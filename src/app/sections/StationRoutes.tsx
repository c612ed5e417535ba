import { memo } from "react";
import { labelOf, type Run } from "../../core/catalogue.ts";
import type { Quantity } from "../../core/quantity.ts";
import type { StationResult } from "../../core/stationResult.ts";
import { displayOf, unitOf } from "../../core/unitText.ts";
import { formatNumber } from "../../figures/formatNumber.ts";
import { quantityText } from "../../figures/formatQuantity.ts";
import { positionDecimals } from "../../figures/positionDecimals.ts";
import type { CaseView } from "../session/caseView.ts";
import { CaseMark } from "./CaseMark.tsx";
import { cellKeys } from "./cellKeys.ts";
import { Definition } from "./Definition.tsx";
import { NumberButton } from "./NumberButton.tsx";
import { formatted, valueText } from "./QuantityText.tsx";
import { SymbolText } from "./SymbolText.tsx";
import { TableScroll } from "./TableScroll.tsx";
import { UnitText } from "./UnitText.tsx";

/** One column: a quantity of every station. */
export interface RouteColumn {
  /** Its definition. */
  readonly key: string;
  /** Key of the label whose unit and digits it is shown with; its own where left out. */
  readonly shownAs?: string;
  /** What is shown, where that is not what the station holds: a length for a time. */
  readonly shown?: (station: StationResult) => Quantity | undefined;
  readonly of: (station: StationResult) => Quantity | undefined;
}

/** Some quantities of every station, a block a case; intervals and reasons stand behind the numbers. */
export const StationRoutes = memo(function StationRoutes({
  label,
  cases,
  columns,
}: {
  label: string;
  cases: readonly CaseView[];
  columns: readonly RouteColumn[];
}) {
  const there = columns.filter(({ of }) =>
    cases.some((view) => view.stations.some((station) => of(station)?.value != null)),
  );
  if (there.length === 0) return null;
  const { units, along } = cases[0];
  const unit = unitOf(along === "t" ? "T" : "L", units);
  return (
    <TableScroll label={label}>
      <table className="data dense stations-table" {...cellKeys}>
        <thead>
          <tr>
            <th scope="col">
              <SymbolText runs={labelOf(along === "t" ? "t" : "x").symbol} />
              {unit !== "" && ` (${unit})`}
            </th>
            {there.map(({ key, shownAs = key }) => (
              <th scope="col" key={key}>
                <Definition of={key}>
                  <SymbolText runs={shownAs === key ? labelOf(key).symbol : alongTheStream(key)} />
                  <HeadUnit unit={displayOf(labelOf(shownAs), units).unit} />
                </Definition>
              </th>
            ))}
          </tr>
        </thead>
        {cases
          .filter((view) =>
            view.stations.some((station) => there.some(({ of }) => of(station)?.value != null)),
          )
          .map((view) => (
            <CaseRows view={view} columns={there} key={view.id} />
          ))}
      </table>
    </TableScroll>
  );
});

/** A time shown as a length: U times its symbol. */
const alongTheStream = (key: string): readonly Run[] => [
  ...labelOf("U").symbol,
  { text: "\u202f" },
  ...labelOf(key).symbol,
];

function HeadUnit({ unit }: { unit: string }) {
  return (
    unit !== "" && (
      <>
        {" "}
        (<UnitText unit={unit} />)
      </>
    )
  );
}

function CaseRows({ view, columns }: { view: CaseView; columns: readonly RouteColumn[] }) {
  const decimals = positionDecimals(view.stations.map(({ x }) => x));
  return (
    <tbody>
      <tr>
        <th scope="rowgroup" className="text" colSpan={columns.length + 1}>
          <CaseMark mark={view.mark} /> {view.name}
        </th>
      </tr>
      {view.stations.map((station) => (
        <tr key={station.x}>
          <td>{formatNumber(station.x, decimals)}</td>
          {columns.map((column) => (
            <td key={column.key}>
              <RouteCell column={column} station={station} view={view} />
            </td>
          ))}
        </tr>
      ))}
    </tbody>
  );
}

function RouteCell({
  column: { key, shownAs = key, shown, of },
  station,
  view,
}: {
  column: RouteColumn;
  station: StationResult;
  view: CaseView;
}) {
  const quantity = of(station);
  const printed = (shown ?? of)(station);
  if (quantity === undefined || printed === undefined) return "–";
  const text = formatted(printed, { label: shownAs, units: view.units });
  return (
    <NumberButton
      of={key}
      quantity={quantity}
      at={{ kind: "station", view, station }}
      cell
      title={quantity.value === null ? quantity.why : quantityText(text)}
    >
      {valueText(text)}
    </NumberButton>
  );
}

#####

_What you need to do_
The response must reproduce the whole listing exactly.

_Task answer_
filename src/app/sections/StationRoutes.tsx
repository c612ed5e417535ba
import { memo } from "react";
import { labelOf, type Run } from "../../core/catalogue.ts";
import type { Quantity } from "../../core/quantity.ts";
import type { StationResult } from "../../core/stationResult.ts";
import { displayOf, unitOf } from "../../core/unitText.ts";
import { formatNumber } from "../../figures/formatNumber.ts";
import { quantityText } from "../../figures/formatQuantity.ts";
import { positionDecimals } from "../../figures/positionDecimals.ts";
import type { CaseView } from "../session/caseView.ts";
import { CaseMark } from "./CaseMark.tsx";
import { cellKeys } from "./cellKeys.ts";
import { Definition } from "./Definition.tsx";
import { NumberButton } from "./NumberButton.tsx";
import { formatted, valueText } from "./QuantityText.tsx";
import { SymbolText } from "./SymbolText.tsx";
import { TableScroll } from "./TableScroll.tsx";
import { UnitText } from "./UnitText.tsx";

/** One column: a quantity of every station. */
export interface RouteColumn {
  /** Its definition. */
  readonly key: string;
  /** Key of the label whose unit and digits it is shown with; its own where left out. */
  readonly shownAs?: string;
  /** What is shown, where that is not what the station holds: a length for a time. */
  readonly shown?: (station: StationResult) => Quantity | undefined;
  readonly of: (station: StationResult) => Quantity | undefined;
}

/** Some quantities of every station, a block a case; intervals and reasons stand behind the numbers. */
export const StationRoutes = memo(function StationRoutes({
  label,
  cases,
  columns,
}: {
  label: string;
  cases: readonly CaseView[];
  columns: readonly RouteColumn[];
}) {
  const there = columns.filter(({ of }) =>
    cases.some((view) => view.stations.some((station) => of(station)?.value != null)),
  );
  if (there.length === 0) return null;
  const { units, along } = cases[0];
  const unit = unitOf(along === "t" ? "T" : "L", units);
  return (
    <TableScroll label={label}>
      <table className="data dense stations-table" {...cellKeys}>
        <thead>
          <tr>
            <th scope="col">
              <SymbolText runs={labelOf(along === "t" ? "t" : "x").symbol} />
              {unit !== "" && ` (${unit})`}
            </th>
            {there.map(({ key, shownAs = key }) => (
              <th scope="col" key={key}>
                <Definition of={key}>
                  <SymbolText runs={shownAs === key ? labelOf(key).symbol : alongTheStream(key)} />
                  <HeadUnit unit={displayOf(labelOf(shownAs), units).unit} />
                </Definition>
              </th>
            ))}
          </tr>
        </thead>
        {cases
          .filter((view) =>
            view.stations.some((station) => there.some(({ of }) => of(station)?.value != null)),
          )
          .map((view) => (
            <CaseRows view={view} columns={there} key={view.id} />
          ))}
      </table>
    </TableScroll>
  );
});

/** A time shown as a length: U times its symbol. */
const alongTheStream = (key: string): readonly Run[] => [
  ...labelOf("U").symbol,
  { text: "\u202f" },
  ...labelOf(key).symbol,
];

function HeadUnit({ unit }: { unit: string }) {
  return (
    unit !== "" && (
      <>
        {" "}
        (<UnitText unit={unit} />)
      </>
    )
  );
}

function CaseRows({ view, columns }: { view: CaseView; columns: readonly RouteColumn[] }) {
  const decimals = positionDecimals(view.stations.map(({ x }) => x));
  return (
    <tbody>
      <tr>
        <th scope="rowgroup" className="text" colSpan={columns.length + 1}>
          <CaseMark mark={view.mark} /> {view.name}
        </th>
      </tr>
      {view.stations.map((station) => (
        <tr key={station.x}>
          <td>{formatNumber(station.x, decimals)}</td>
          {columns.map((column) => (
            <td key={column.key}>
              <RouteCell column={column} station={station} view={view} />
            </td>
          ))}
        </tr>
      ))}
    </tbody>
  );
}

function RouteCell({
  column: { key, shownAs = key, shown, of },
  station,
  view,
}: {
  column: RouteColumn;
  station: StationResult;
  view: CaseView;
}) {
  const quantity = of(station);
  const printed = (shown ?? of)(station);
  if (quantity === undefined || printed === undefined) return "–";
  const text = formatted(printed, { label: shownAs, units: view.units });
  return (
    <NumberButton
      of={key}
      quantity={quantity}
      at={{ kind: "station", view, station }}
      cell
      title={quantity.value === null ? quantity.why : quantityText(text)}
    >
      {valueText(text)}
    </NumberButton>
  );
}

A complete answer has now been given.